XX
Mais soyons juste nous-même envers l'historien; ce mot n'est qu'une faiblesse de sa partialité pour la guerre. À dater de ce retour lamentable de Napoléon à Paris, où il entre seul avec le fantôme de son armée ensevelie, M. Thiers devient sinon sévère, du moins exigeant envers son héros.
Les désastres et l'évacuation de l'Espagne; la campagne de Saxe, dernière étreinte des bras qui veulent retenir en vain le monde tout entier quand chacune de ses conquêtes lui échappe; les faux retours de gloire à Dresde, à Lutzen, à Bautzen; les négociations de mauvaise foi avec l'Autriche, négociations aussi exigeantes après les revers qu'après les victoires; le tombeau de la dernière armée française à Leipsick; la retraite sur le Rhin; le second retour de Napoléon sans armée à Paris, pour demander le dernier soldat à la terre qui lui a donné en trois ans trois armées de six cent mille soldats à jouer et à perdre, sont les dernières scènes de ce magnifique drame entre un homme et l'univers.
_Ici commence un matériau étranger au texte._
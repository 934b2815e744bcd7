"""Writes down, for one tree, how a stack of variants is solved and observed (`straight_line`, `tape`)."""

from __future__ import annotations

from collections.abc import Mapping, Sequence
from dataclasses import dataclass

import numpy as np
from numpy.typing import NDArray

from interwind.model import observables as ob
from interwind.model.observables import Observable
from interwind_service.response.equations.frequency_tree import FrequencyTree
from interwind_service.response.equations.roles import Role
from interwind_service.response.stacked.straight_line import (
    ZERO,
    Cell,
    Part,
    add,
    minus,
    multiply,
    plus,
    scaled,
    solve_stack,
    subtract,
    times,
)
from interwind_service.response.stacked.tape import Node, Number, Tape
from interwind_service.response.stacked.variants import Name, Variants

FloatArray = NDArray[np.float64]
ComplexArray = NDArray[np.complex128]


class StackWriter:
    """The equations of one tree, z = (v_T, y, i) of every variant; ``given``: the inputs of the tape by name."""

    def __init__(self, tree: FrequencyTree, variants: Variants, drives: ComplexArray) -> None:
        self._tree, self._variants = tree, variants
        self.tape = Tape()
        self.omega = self.tape.input(over_variants=False)
        self.given: dict[Name, Node] = {}
        self._u = [
            _constant(complex(value)) if own is None else Cell(self.input("drive", k), None)
            for k, (value, own) in enumerate(zip(drives, variants.drives, strict=True))
        ]
        self._z: dict[int, Cell] = {}

    def input(self, *name: str | int) -> Node:
        """Return the node of a number that varies."""
        if name not in self.given:
            self.given[name] = self.tape.input(over_variants=True)
        return self.given[name]

    def reactive(self, first: Part, second: Part) -> Part:
        """Return ω first − second / ω."""
        return subtract(multiply(self.omega, first), None if second is None else second / self.omega)

    def solve(self, order: list[tuple[int, int]]) -> Number:
        """Write down the solution; return what is above 0 where it is not to be trusted."""
        tree = self._tree
        cells = _template(tree, self._variants).matrix(self)
        known = {int(column): _combination(tree.imposed[k], self._u) for k, column in enumerate(tree.known)}
        unknown = {int(column): k for k, column in enumerate(tree.unknown)}
        A, b = [], []
        for row in range(len(tree.J)):
            right = scaled(_combination(tree.J[row], self._u), -1.0)
            A.append({unknown[j]: cell for j, cell in cells[row].items() if j in unknown})
            for j, cell in cells[row].items():
                if j in known:
                    right = minus(right, times(cell, known[j]))
            b.append(right)
        solved = solve_stack(A, b, order)
        self._z = known | {column: solved.x[k] for column, k in unknown.items()}
        return solved.excess

    def observe(self, item: Observable) -> Cell:
        """Return one observable."""
        topology = self._tree.topology
        if isinstance(item, ob.NodeVoltage):
            node = topology.node(item.node)
            zero = topology.parts.reference[topology.parts.of_node[node]] if item.to is None else topology.node(item.to)
            return self._between(node, int(zero))
        if isinstance(item, ob.FluxLinkage):
            return self._flux(item)
        if isinstance(item, ob.WindingVoltage | ob.WindingCurrent):
            branch = topology.winding(item.name, item.label)
        else:
            branch = int(topology.branches_of(item.name)[0])
        wants_voltage = isinstance(item, ob.WindingVoltage | ob.ElementVoltage)
        return self._voltage(branch) if wants_voltage else self._current(branch)

    def _between(self, one: int, other: int) -> Cell:
        return _combination(self._tree.paths[one] - self._tree.paths[other], self._z)

    def _voltage(self, branch: int) -> Cell:
        return _combination(self._tree.Q[:, branch], self._z)

    def _current(self, branch: int) -> Cell:
        tree, topology = self._tree, self._tree.topology
        role = tree.roles.role[branch]
        if role == Role.ADMITTANCE:
            return times(self._admittance(branch), self._voltage(branch))
        if role == Role.WINDING:
            group = next(k for k, g in enumerate(topology.groups) if branch in g.branches)
            row = tree.coordinates[group].N[branch - int(topology.groups[group].branches[0])]
            start = tree.groups[group].start
            return _combination(np.concatenate([np.zeros(start), row]), self._z)
        if role == Role.TRANSFORMER:
            transformer = next(t for t in topology.transformers if branch in (t.first, t.second))
            own = self._z[int(tree.current[transformer.first])]
            return own if branch == transformer.first else scaled(own, -transformer.ratio)
        if role == Role.CURRENT:
            return next((self._u[k] for k, d in enumerate(tree.drives) if d.branch == branch), ZERO)
        return self._z[int(tree.current[branch])] if tree.current[branch] >= 0 else ZERO

    def _admittance(self, branch: int) -> Cell:
        roles = self._tree.roles
        base = (roles.conductance[branch], roles.capacitance[branch], roles.reciprocal_inductance[branch])
        varies = branch in self._variants.values
        g, c, w = (None if part == 0.0 else self.input("value", branch) if varies else float(part) for part in base)
        return Cell(g, self.reactive(c, w))

    def _flux(self, item: ob.FluxLinkage) -> Cell:
        topology = self._tree.topology
        group = next(k for k, g in enumerate(topology.groups) if g.name == item.name)
        base = topology.groups[group]
        row, total = base.labels.index(item.label), ZERO
        for k, branch in enumerate(base.branches.tolist()):
            varies = group in self._variants.inductance_h
            own: Number = self.input("inductance", group, row, k) if varies else float(base.inductance_h[row, k])
            total = plus(total, scaled(self._current(branch), own))
        return total


@dataclass(frozen=True, slots=True, eq=False)
class _Template:
    """M(s) of the base network without what varies, and where that goes.

    ``base``: by (row, column) the constants of M0, M1, M2. ``shares``: by (row, column) what adds to them, each (which
    of the three, branch, ±1); ``groups``: by (row, column) the (group, entry) that M1 holds.
    """

    base: dict[tuple[int, int], tuple[float, float, float]]
    shares: dict[tuple[int, int], list[tuple[int, int, float]]]
    groups: dict[tuple[int, int], tuple[int, tuple[int, int]]]

    def matrix(self, writer: StackWriter) -> list[dict[int, Cell]]:
        """Write down M(s) by rows: real part M0, imaginary part ω M1 − M2 / ω."""
        rows: dict[int, dict[int, Cell]] = {}
        for at in sorted({*self.base, *self.shares, *self.groups}):
            parts: list[Part] = [None if value == 0.0 else value for value in self.base.get(at, (0.0, 0.0, 0.0))]
            for which, branch, sign in self.shares.get(at, ()):
                parts[which] = add(parts[which], multiply(sign, writer.input("value", branch)))
            if at in self.groups:
                group, entry = self.groups[at]
                parts[1] = writer.input("group", group, *entry)
            real, first, second = parts
            rows.setdefault(at[0], {})[at[1]] = Cell(real, writer.reactive(first, second))
        return [rows[k] for k in range(len(rows))]


def _template(tree: FrequencyTree, variants: Variants) -> _Template:
    M = [part.copy() for part in tree.M]
    T, roles = len(tree.tree), tree.roles
    varied = np.zeros(len(roles.role), dtype=bool)
    varied[list(variants.values)] = True
    shares: dict[tuple[int, int], list[tuple[int, int, float]]] = {}
    for which, weights in enumerate((roles.conductance, roles.capacitance, roles.reciprocal_inductance)):
        gone = varied & (weights != 0.0)
        kept = ~varied & (weights != 0.0)
        if gone.any():
            M[which][:T, :T] = (tree.Q[:, kept] * weights[kept]) @ tree.Q[:, kept].T
        for branch in np.flatnonzero(gone).tolist():
            outer = np.outer(tree.Q[:, branch], tree.Q[:, branch])
            for i, j in np.argwhere(outer).tolist():
                shares.setdefault((i, j), []).append((which, branch, float(outer[i, j])))
    groups = {}
    for group, entries in variants.groups.items():
        start = tree.groups[group].start
        for i, j in entries:
            M[1][start + i, start + j] = 0.0
            groups[start + i, start + j] = (group, (i, j))
    filled = np.argwhere((M[0] != 0.0) | (M[1] != 0.0) | (M[2] != 0.0)).tolist()
    base = {(i, j): (float(M[0][i, j]), float(M[1][i, j]), float(M[2][i, j])) for i, j in filled}
    return _Template(base, shares, groups)


def _constant(value: complex) -> Cell:
    return Cell(value.real or None, value.imag or None)


def _combination(weights: FloatArray, cells: Sequence[Cell] | Mapping[int, Cell]) -> Cell:
    total = ZERO
    for k in np.flatnonzero(weights):
        total = plus(total, scaled(cells[int(k)], float(weights[k])))
    return total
Arrêtons-nous ici, et voyons si l'écrivain aura la constance de conduire son héros jusqu'à Waterloo, où il tombe enfin dans le sang de ses derniers compagnons d'armes pour ne plus se relever que dans l'imagination sans mémoire des peuples. Nous le suivrons jusqu'où il voudra aller, car l'historien, pendant ces quinze volumes, est aussi entraînant que le héros.